What is needed ->
Up to and including the line that contains "index) => <CopyableFormula", return every line from the start of the data, unchanged.

The data ->
import { StyleSheet, Text, View } from 'react-native';
import { colors, fonts, spacing } from '../../../constants/theme';
import { CopyableFormula } from '../CopyableFormula';
import type { FixedPointShape } from '../resultShapes';
import { seriesTex } from '../texFormat';
import { CoefficientTable } from './CoefficientTable';

/** Every fixed point: couplings as ε-series, a table of values and stability. */
export function FixedPointsOutput({ eps, points, fileName, testID }: { eps: string | null; points: FixedPointShape[]; fileName: string; testID?: string }) {
  const rows = points.map((point) => [
    point.name,
    point.couplings.map((c) => `${c.name} = ${c.value ?? '—'}`).join('; '),
    point.stabilityValues ? point.stabilityValues.join(', ') : '—',
    point.stable === null ? '' : point.stable ? 'IR-stable' : 'unstable',
    point.status,
  ]);
  return (
    <View style={styles.wrap} testID={testID}>
      {eps ? <Text style={styles.caption}>Values at ε = {eps}.</Text> : null}
      {points.map((point) => (
        <View key={point.name} style={styles.point}>
          <Text style={styles.name}>{point.name}{point.stable ? ' · IR-stable' : ''}</Text>
          {point.couplings.map((c) => <CopyableFormula key={c.name} tex={`${c.name}_* = ${seriesTex(0, c.series)}`} />)}
          {point.stabilitySeries.map((series, index) => <CopyableFormula key={index} tex={`\\lambda_{${index + 1}} = ${seriesTex(0, series)}`} />)}
          {point.notes.map((note, index) => <Text key={index} style={styles.caption}>{note}</Text>)}
        </View>
      ))}
      <CoefficientTable header={['fixed point', 'couplings', 'stability eigenvalues', 'stability', 'status']} rows={rows} fileName={fileName} testID={testID ? `${testID}-table` : undefined} />
    </View>
  );
}

const styles = StyleSheet.create({
  wrap: { gap: spacing.md },
  point: { gap: spacing.xs, borderLeftWidth: 2, borderLeftColor: colors.rule, paddingLeft: spacing.md },
  name: { fontFamily: fonts.semibold, fontSize: 14, color: colors.ink },
  caption: { fontFamily: fonts.regular, fontSize: 13, color: colors.inkFaint },
});
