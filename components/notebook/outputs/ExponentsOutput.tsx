import { StyleSheet, Text, View } from 'react-native';
import { colors, fonts, spacing } from '../../../constants/theme';
import { FieldAnomalousSpectrum, type PadeCheck } from '../../../shared/jobs/contract';
import { CopyableFormula } from '../CopyableFormula';
import { isObject, type ExponentsShape } from '../resultShapes';
import { coefficientLines, coefficientText, decimalTex, nameOfQuantity, seriesTex, seriesText, texOfQuantity } from '../texFormat';
import { CoefficientTable } from './CoefficientTable';
import { FieldDirections } from './FieldDirections';
import { QuadraticOperators, quadraticOperatorsOf } from './QuadraticOperators';
import { StructuredResult } from './StructuredResult';

export interface ResultNotice {
  kind: string;
  message: string;
}

/** The `notices` list a job result starts with (caveats of the fixed point, the regime); empty when absent. */
export function noticesOf(result: unknown): ResultNotice[] {
  if (!isObject(result) || !Array.isArray(result.notices)) return [];
  return result.notices.filter((n): n is ResultNotice => isObject(n) && typeof n.kind === 'string' && typeof n.message === 'string');
}

/** What a result must be read with, shown before anything else. */
export function Notices({ notices, testID }: { notices: ResultNotice[]; testID?: string }) {
  if (notices.length === 0) return null;
  return (
    <View style={styles.notices} testID={testID} accessibilityRole="alert">
      {notices.map((notice, index) => (
        <Text key={`${notice.kind}-${index}`} style={styles.notice} testID={testID ? `${testID}-${index}` : undefined}>
          {notice.message}
        </Text>
      ))}
    </View>
  );
}

/** A checked Padé approximant as the exponents job lists it; an earlier result may lack poles, signChange or reason. */
type PadeEntry = Pick<PadeCheck, 'L' | 'M' | 'value' | 'flagged'> & Partial<Pick<PadeCheck, 'poles' | 'signChange' | 'reason'>>;

const isPadeEntry = (value: unknown): value is PadeEntry => isObject(value) && typeof value.L === 'number' && typeof value.M === 'number' && typeof value.flagged === 'boolean';

/** Quantity → its checked Padé approximants (the exponents job's table); null for any other shape. */
function padeTableOf(pade: unknown): Record<string, PadeEntry[]> | null {
  if (!isObject(pade)) return null;
  const table: Record<string, PadeEntry[]> = {};
  for (const [key, entries] of Object.entries(pade)) if (Array.isArray(entries) && entries.every(isPadeEntry)) table[key] = entries;
  return Object.keys(table).length ? table : null;
}

/** Why a flagged approximant has no value: the engine's reason, else what its poles and sign check say (docs/physics.md §9). */
function padeDefect(entry: PadeEntry): string {
  if (entry.reason) return entry.reason;
  if (entry.poles?.length) return `${entry.poles.length > 1 ? 'poles' : 'pole'} at ε = ${entry.poles.join(', ')}`;
  return entry.signChange ? 'the denominator changes sign between 0 and ε' : 'no value';
}

/** A flagged approximant (or one without a value) never shows a number. */
const padeCell = (entry: PadeEntry | undefined) => (!entry ? '' : entry.flagged || entry.value === null ? `defective: ${padeDefect(entry)}` : entry.value);

/** A Padé–Borel sum as the exponents job lists it. */
type BorelEntry = { L: number; M: number; value: string | null; error: string | null; flagged: boolean; poles?: string[]; reason?: string | null };

const isBorelEntry = (value: unknown): value is BorelEntry => isObject(value) && typeof value.L === 'number' && typeof value.M === 'number' && typeof value.flagged === 'boolean';

/** Quantity → its Padé–Borel sums; null for any other shape (an earlier result has none). */
function borelTableOf(borel: unknown): Record<string, BorelEntry[]> | null {
  if (!isObject(borel)) return null;
  const table: Record<string, BorelEntry[]> = {};
  for (const [key, entries] of Object.entries(borel)) if (Array.isArray(entries) && entries.every(isBorelEntry)) table[key] = entries;
  return Object.keys(table).length ? table : null;
}

/** A flagged Padé–Borel sum never shows a number; a value carries its error estimate. */
const borelCell = (entry: BorelEntry | undefined) => {
  if (!entry) return '';
  if (entry.flagged || entry.value === null) return `defective: ${entry.reason ?? (entry.poles?.length ? `pole at t = ${entry.poles.join(', ')}` : 'no value')}`;
  return entry.error && entry.error !== '0' ? `${entry.value} (± ${entry.error})` : entry.value;
};

/** The text-valued entries of an object (a loosely read result may hold anything). */
export const stringRecord = (value: unknown): Record<string, string> => (isObject(value) ? Object.fromEntries(Object.entries(value).filter((e): e is [string, string] => typeof e[1] === 'string')) : {});

/**
 * Critical exponents: notices first, each ε-series typeset, one table of coefficients and values at
 * the physical ε with what each value is computed from, the checked Padé table, and the relations.
 */
export function ExponentsOutput({ result, fileName, testID }: { result: ExponentsShape; fileName: string; testID?: string }) {
  const seriesKeys = Object.keys(result.series);
  const order = Math.max(0, ...seriesKeys.map((key) => result.series[key].length));
  const { pade, borel, borelMethod, relations, fixedPoint, meanField, notices, sources, unavailable, shortRange, fieldAnomalous, statement, quadraticOperators, ...known } = result.extra;
  const operators = quadraticOperatorsOf(quadraticOperators);
  const rest = operators || quadraticOperators === undefined ? known : { ...known, quadraticOperators };
  const spectrum = FieldAnomalousSpectrum.safeParse(fieldAnomalous);
  const extra = spectrum.success || fieldAnomalous === undefined ? rest : { ...rest, fieldAnomalous };
  const sourceOf = stringRecord(sources);
  const missing = stringRecord(unavailable);
  const keys = [...seriesKeys, ...Object.keys(result.values).filter((key) => !seriesKeys.includes(key)), ...Object.keys(missing).filter((key) => !seriesKeys.includes(key) && !(key in result.values))];
  const hasSources = Object.keys(sourceOf).length > 0;
  const header = ['quantity', ...Array.from({ length: order }, (_, k) => `ε^${k}`), result.eps ? `value at ε = ${result.eps}` : 'value', ...(hasSources ? ['computed from'] : [])];
  const rows = keys.map((key) => [
    nameOfQuantity(key),
    ...Array.from({ length: order }, (_, k) => (result.series[key]?.[k] !== undefined ? coefficientText(result.series[key][k]) : '')),
    result.values[key] ?? (missing[key] ? 'not available' : ''),
    ...(hasSources ? [sourceOf[key] ?? ''] : []),
  ]);
  const padeTable = padeTableOf(pade);
  const padeColumns = padeTable ? [...new Map(Object.values(padeTable).flat().map((e) => [`[${e.L}/${e.M}]`, e])).keys()] : [];
  const borelTable = borelTableOf(borel);
  const borelColumns = borelTable ? [...new Map(Object.values(borelTable).flat().map((e) => [`[${e.L}/${e.M}]`, e])).keys()] : [];
  const crossover = isObject(shortRange) && typeof shortRange.sStar === 'string' ? `s* = ${shortRange.sStar} (${String(shortRange.source ?? '')}).` : null;
  const hasExtra = Object.keys(extra).length > 0;
  return (
    <View style={styles.wrap} testID={testID}>
      <Notices notices={noticesOf({ notices })} testID={testID ? `${testID}-notices` : undefined} />
      <Text style={styles.caption}>
        {[typeof fixedPoint === 'string' ? `At the ${fixedPoint} fixed point.` : null, meanField === true ? 'Mean-field: the Gaussian fixed point is stable and these values are exact.' : null, result.eps && result.eps !== 'eps' ? `Series in ε at fixed s; values at ε = ${result.eps}.` : 'Series in ε at fixed s.', crossover].filter(Boolean).join(' ')}
      </Text>
      {typeof statement === 'string' ? <Text style={styles.caption}>{statement}</Text> : null}
      {seriesKeys.map((key) => (
        <CopyableFormula
          key={key}
          tex={(significant) => `${texOfQuantity(key)} = ${seriesTex(0, result.series[key], true, significant)}`}
          text={`${nameOfQuantity(key)} = ${seriesText(0, result.series[key])}`}
          values={coefficientLines(result.series[key])}
          testID={`exponent-${key}`}
        />
      ))}
      {seriesKeys.length === 0 && Object.keys(result.values).length ? <ValuesFormula values={result.values} eps={result.eps} /> : null}
      <CoefficientTable header={header} rows={rows} fileName={fileName} testID={testID ? `${testID}-table` : undefined} />
      {spectrum.success ? <FieldDirections spectrum={spectrum.data} eps={result.eps} fileName={fileName} testID={testID ? `${testID}-fields` : undefined} /> : null}
      {Object.keys(missing).length ? (
        <View style={styles.relations} testID={testID ? `${testID}-unavailable` : undefined}>
          <Text style={styles.heading}>Not available</Text>
          {Object.entries(missing).map(([key, reason]) => <Text key={key} style={styles.caption}>{`${nameOfQuantity(key)}: ${reason}`}</Text>)}
        </View>
      ) : null}
      {padeTable ? (
        <View style={styles.relations}>
          <Text style={styles.heading}>Padé approximants at ε (each checked for poles between 0 and ε and a sign change of the denominator; a defective one has no value)</Text>
          <CoefficientTable
            header={['quantity', ...padeColumns]}
            rows={Object.entries(padeTable).map(([key, entries]) => [nameOfQuantity(key), ...padeColumns.map((column) => padeCell(entries.find((e) => `[${e.L}/${e.M}]` === column)))])}
            fileName={`${fileName}-pade`}
            testID={testID ? `${testID}-pade` : undefined}
          />
        </View>
      ) : null}
      {borelTable ? (
        <View style={styles.relations} testID={testID ? `${testID}-borel` : undefined}>
          <Text style={styles.heading}>Padé–Borel sums at ε (Borel–Padé [L/M]; a pole on the positive t axis leaves no value)</Text>
          {typeof borelMethod === 'string' ? <Text style={styles.caption} testID={testID ? `${testID}-borel-method` : undefined}>{`Method: ${borelMethod}`}</Text> : null}
          <CoefficientTable
            header={['quantity', ...borelColumns]}
            rows={Object.entries(borelTable).map(([key, entries]) => [nameOfQuantity(key), ...borelColumns.map((column) => borelCell(entries.find((e) => `[${e.L}/${e.M}]` === column)))])}
            fileName={`${fileName}-borel`}
            testID={testID ? `${testID}-borel-table` : undefined}
          />
        </View>
      ) : null}
      {isObject(relations) ? (
        <View style={styles.relations}>
          <Text style={styles.heading}>Relations used</Text>
          {Object.entries(relations).map(([key, text]) => <Text key={key} style={styles.caption}>{String(text)}</Text>)}
        </View>
      ) : null}
      {operators ? <QuadraticOperators operators={operators} eps={result.eps} testID={testID ? `${testID}-operators` : undefined} /> : null}
      {hasExtra ? <StructuredResult value={extra} fileName={fileName} /> : null}
    </View>
  );
}

/** Values without series (the mean-field exponents): one typeset list that breaks between quantities. */
function ValuesFormula({ values, eps }: { values: Record<string, string>; eps: string | null }) {
  const entries = Object.entries(values);
  const tex = (significant: number) => entries.map(([key, value]) => `${texOfQuantity(key)} = ${decimalTex(value, significant)}`).join(',\\quad\\allowbreak ');
  const text = entries.map(([key, value]) => `${nameOfQuantity(key)} = ${value}`).join('\n');
  return <CopyableFormula tex={tex} text={text} label={eps ? `values at ε = ${eps}` : undefined} testID="exponent-values" />;
}

const styles = StyleSheet.create({
  wrap: { gap: spacing.md },
  caption: { fontFamily: fonts.regular, fontSize: 13, color: colors.inkFaint },
  relations: { gap: 2 },
  heading: { fontFamily: fonts.semibold, fontSize: 13, color: colors.inkSoft },
  notices: { gap: spacing.xs, padding: spacing.sm, borderRadius: 6, borderWidth: 1, borderColor: colors.amber, backgroundColor: colors.amberWash },
  notice: { fontFamily: fonts.medium, fontSize: 13, color: colors.amberDeep },
});
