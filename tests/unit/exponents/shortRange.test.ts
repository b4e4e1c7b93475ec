import { test } from 'node:test';
import assert from 'node:assert/strict';
import { runFlowJob } from '../../../shared/jobs/flowJobs';
import { realContext } from '../../../shared/engine/precision/real';

type Any = Record<string, any>;
const run = (job: object) => runFlowJob(job) as Any;
const R = realContext(60);
const ALL = ['nuInv', 'omega', 'eta', 'Delta_phi', 'Delta_phi2', 'Delta_phi3', 'Delta_phi4', 'nu', 'gamma', 'alpha', 'beta', 'delta'];

test('s = 2: Δ_{φ³} = Δ_φ + 2 = 3 − ε/2 + (N+2)/(4(N+8)²) ε² (η = (N+2)/(2(N+8)²) ε², Wilson 1972; φ³ a descendant of φ, common practice) — not the shadow value with the opposite ε² sign', () => {
  for (const N of [1, 3]) {
    const r = run({ job: 'exponents', model: { preset: 'on', N }, d: '3', s: '2', digits: 25 });
    assert.equal(r.error, undefined, JSON.stringify(r.error));
    const expected = [new R(3), new R(-0.5), new R(N + 2).div(4 * (N + 8) ** 2)];
    r.series.Delta_phi3.forEach((c: string, k: number) => assert.ok(new R(c).minus(expected[k]).abs().lt('1e-23'), `O(${N}) ε^${k}: ${c} vs ${expected[k].toString()}`));
    assert.match(r.relations.Delta_phi3, /Δ_φ \+ 2.*descendant.*local equation of motion/);
    assert.match(r.relations.eta, /field renormalization/);
    assert.ok(new R(r.values.Delta_phi3).minus(new R(r.values.Delta_phi).plus(2)).abs().lt('1e-24'), 'value = Δ_φ + 2');
  }
});

test('Gaussian regime: Δ_{φ³} = 3Δ_φ (d = 5, s = 2: Δ_φ = 3/2, Δ_{φ³} = 9/2 by hand); d = 4 = 2s is the upper critical dimension with logarithmic corrections (common practice)', () => {
  const above = run({ job: 'exponents', model: { preset: 'on', N: 1 }, d: '5', s: '2', digits: 20 });
  assert.deepEqual([above.values.Delta_phi, above.values.Delta_phi3], ['1.5', '4.5']);
  assert.match(above.relations.Delta_phi3, /3Δ_φ/);
  const upper = run({ job: 'exponents', model: { preset: 'on', N: 1 }, d: '4', s: '2', digits: 20 });
  assert.match(upper.statement, /upper critical dimension.*logarithmic corrections/);
  assert.equal(upper.notices[0].kind, 'upper-critical-dimension');
  assert.equal(upper.values.Delta_phi3, '3', 'd = 2s: 3Δ_φ = 3(d − s)/2 = 3');
});

const sameDigits = (scanPoint: Any, job: Any, quantities: string[], where: string) => {
  for (const k of quantities) {
    assert.equal(scanPoint.values[k], job.values[k], `${where}: ${k}`);
    const entry = job.pade[k].find((e: Any) => e.L === 1 && e.M === 1);
    assert.equal(scanPoint.pade[k], entry.value, `${where}: Padé [1/1] of ${k}`);
    assert.equal(scanPoint.padeDefects?.[k], entry.reason ?? undefined, `${where}: Padé defect of ${k}`);
  }
};

test("a scan's s = 2 point equals the exponents job at s = 2 to every printed digit (independent path: the direct job), one coupling (O(1), O(2)) and two (cubic N = 2)", () => {
  for (const [model, d] of [[{ preset: 'on', N: 1 }, '3'], [{ preset: 'on', N: 2 }, '3.5'], [{ preset: 'cubic', N: 2 }, '3']] as const) {
    const where = `${model.preset} N = ${model.N} d = ${d}`;
    const scan = run({ job: 'scan', model, d, s: { from: '1.9', to: '2', points: 2 }, quantities: ALL, digits: 24 });
    const job = run({ job: 'exponents', model, d, s: '2', digits: 24 });
    assert.equal(scan.error, undefined, JSON.stringify(scan.error));
    const point = scan.points[1];
    assert.deepEqual([point.s, point.regime, point.flagged], ['2', 'short-range', true], where);
    sameDigits(point, job, ALL, where);
    if (model.preset === 'cubic') assert.equal(point.fixedPoint, job.fixedPoint, `${where}: same fixed point`);
    for (const n of job.notices) assert.ok(point.notices.includes(n.kind), `${where}: the scan point carries ${n.kind}`);
    assert.ok(point.notices.includes('short-range-flow'));
    assert.ok(scan.notices.some((n: Any) => n.kind === 'short-range-flow' && n.message.startsWith('At s = 2:')), where);
  }
});

test('built-in Δσ marks s* without typing: 2D Ising 1/8 exact ⇒ s* = 7/4; 3D Ising 0.5181489 ⇒ 1.9637022 (Kos et al. 2016); 3D O(2) 0.519088 ⇒ 1.961824 and O(3) 0.518936 ⇒ 1.962128 (Chester et al.; recalled from memory); none for O(4)', () => {
  const marks = (N: number, d: string, extra: Any = {}) => run({ job: 'scan', model: { preset: 'on', N }, d, s: { from: '1.5', to: '1.9', points: 2 }, quantities: ['nuInv'], digits: 12, ...extra }).marks;
  const ising2 = marks(1, '2');
  assert.equal(ising2.sStar, '1.75');
  assert.match(ising2.sStarSource, /^built in: 2D Ising Δσ = 0\.125, exact \(Onsager; Yang\)/);
  assert.equal(marks(1, '3').sStar, '1.9637022');
  assert.match(marks(1, '3').sStarSource, /Kos, Poland, Simmons-Duffin, Vichi, JHEP 08 \(2016\) 036/);
  assert.equal(marks(2, '3').sStar, '1.961824');
  assert.match(marks(2, '3').sStarSource, /Chester et al\., JHEP 06 \(2020\) 142 \(value recalled from memory\)/);
  assert.equal(marks(3, '3').sStar, '1.962128');
  assert.match(marks(3, '3').sStarSource, /Phys\. Rev\. D 104 \(2021\) 105013/);
  assert.equal(marks(4, '3').sStar, undefined);
  assert.equal(marks(1, '2.5').sStar, undefined, 'no value for non-integer d');
  const typed = marks(1, '3', { shortRange: { Delta_sigma: '0.52' } });
  assert.deepEqual([typed.sStar, typed.sStarSource], ['1.96', 'Δσ = 0.52 as given']);
});

test('beyond s*: 2D Ising scan points at 7/4 ≤ s < 2 and the exponents job at s = 1.8 carry the notice naming the source; below s* none', () => {
  const scan = run({ job: 'scan', model: { preset: 'on', N: 1 }, d: '2', s: { from: '1.5', to: '2', points: 5 }, quantities: ['nuInv'], digits: 12 });
  assert.deepEqual(scan.points.map((p: Any) => p.s), ['1.5', '1.625', '1.75', '1.875', '2']);
  assert.deepEqual(scan.points.map((p: Any) => (p.notices ?? []).includes('beyond-s-star')), [false, false, true, true, false], 's = 2 is the short-range theory itself');
  const notice = scan.notices.find((n: Any) => n.kind === 'beyond-s-star');
  assert.match(notice.message, /^At s = 1\.75, 1\.875: s ≥ s\* = 1\.75 \(built in: 2D Ising/);
  const beyond = run({ job: 'exponents', model: { preset: 'on', N: 1 }, d: '2', s: '1.8', digits: 12 });
  assert.ok(beyond.notices.some((n: Any) => n.kind === 'beyond-s-star' && n.message.includes('s* = 1.75')), JSON.stringify(beyond.notices));
  assert.equal(beyond.shortRange.sStar, '1.75');
  const below = run({ job: 'exponents', model: { preset: 'on', N: 1 }, d: '2', s: '1.7', digits: 12 });
  assert.ok(!below.notices.some((n: Any) => n.kind === 'beyond-s-star'));
});

test('caveats of the chosen point come first: O(1), d = 3, s = 1.75 is complex at the physical ε at two loops (docs/flows.md), and the result starts with that notice', () => {
  const r = run({ job: 'exponents', model: { preset: 'on', N: 1 }, d: '3', s: '1.75', digits: 12 });
  assert.equal(Object.keys(r)[0], 'notices');
  assert.equal(r.notices[0].kind, 'complex-at-eps');
  const scan = run({ job: 'scan', model: { preset: 'on', N: 1 }, d: '3', s: { from: '1.55', to: '1.75', points: 2 }, quantities: ['nuInv'], digits: 12 });
  assert.equal(Object.keys(scan)[0], 'notices');
  assert.ok(scan.points[1].notices.includes('complex-at-eps'), 'the scan flags the same point');
});

test('φ² mixing without a singlet (decoupled φ1⁴ + φ2⁴ at its "u only" point, d = 3, s = 1.8): no failure — η, Δ_φ, Δ_{φ³}, ω, Δ_{φ⁴}, δ given, the others unavailable with the reason', () => {
  const r = run({ job: 'exponents', model: { preset: 'custom', fields: 2, potential: 'u/24*phi1^4 + v/24*phi2^4' }, d: '3', s: '1.8', fixedPoint: 'u only', digits: 12 });
  assert.equal(r.error, undefined, JSON.stringify(r.error));
  // exact for s < 2: η = 2 − s, Δ_φ = (d − s)/2, Δ_{φ³} = (d + s)/2, δ = (d + s)/(d − s) = 4; the free φ2 direction: ω = −ε = −0.6 (by hand)
  assert.deepEqual([r.values.eta, r.values.Delta_phi, r.values.Delta_phi3, r.values.delta, r.values.omega, r.values.Delta_phi4], ['0.2', '0.6', '2.4', '4', '-0.6', '2.4']);
  for (const k of ['nuInv', 'nu', 'gamma', 'alpha', 'beta', 'Delta_phi2']) {
    assert.equal(r.values[k], null, k);
    assert.match(r.unavailable[k], /not defined for this model/, k);
    assert.equal(r.series[k], undefined, k);
  }
  assert.ok(r.notices.some((n: Any) => n.kind === 'no-singlet'));
  assert.ok(Array.isArray(r.quadraticOperators) && r.quadraticOperators.length > 0, 'the quadratic-operator spectrum is still reported');
});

Task answer ->
import { StyleSheet, Text, View } from 'react-native';
import { colors, fonts, spacing } from '../../../constants/theme';
import { CopyableFormula } from '../CopyableFormula';
import type { FixedPointShape } from '../resultShapes';
import { seriesTex } from '../texFormat';
import { CoefficientTable } from './CoefficientTable';

/** Every fixed point: couplings as ε-series, a table of values and stability. */
export function FixedPointsOutput({ eps, points, fileName, testID }: { eps: string | null; points: FixedPointShape[]; fileName: string; testID?: string }) {
  const rows = points.map((point) => [
    point.name,
    point.couplings.map((c) => `${c.name} = ${c.value ?? '—'}`).join('; '),
    point.stabilityValues ? point.stabilityValues.join(', ') : '—',
    point.stable === null ? '' : point.stable ? 'IR-stable' : 'unstable',
    point.status,
  ]);
  return (
    <View style={styles.wrap} testID={testID}>
      {eps ? <Text style={styles.caption}>Values at ε = {eps}.</Text> : null}
      {points.map((point) => (
        <View key={point.name} style={styles.point}>
          <Text style={styles.name}>{point.name}{point.stable ? ' · IR-stable' : ''}</Text>
          {point.couplings.map((c) => <CopyableFormula key={c.name} tex={`${c.name}_* = ${seriesTex(0, c.series)}`} />)}
          {point.stabilitySeries.map((series, index) => <CopyableFormula key={index} tex={`\\lambda_{${index + 1}} = ${seriesTex(0, series)}`} />)}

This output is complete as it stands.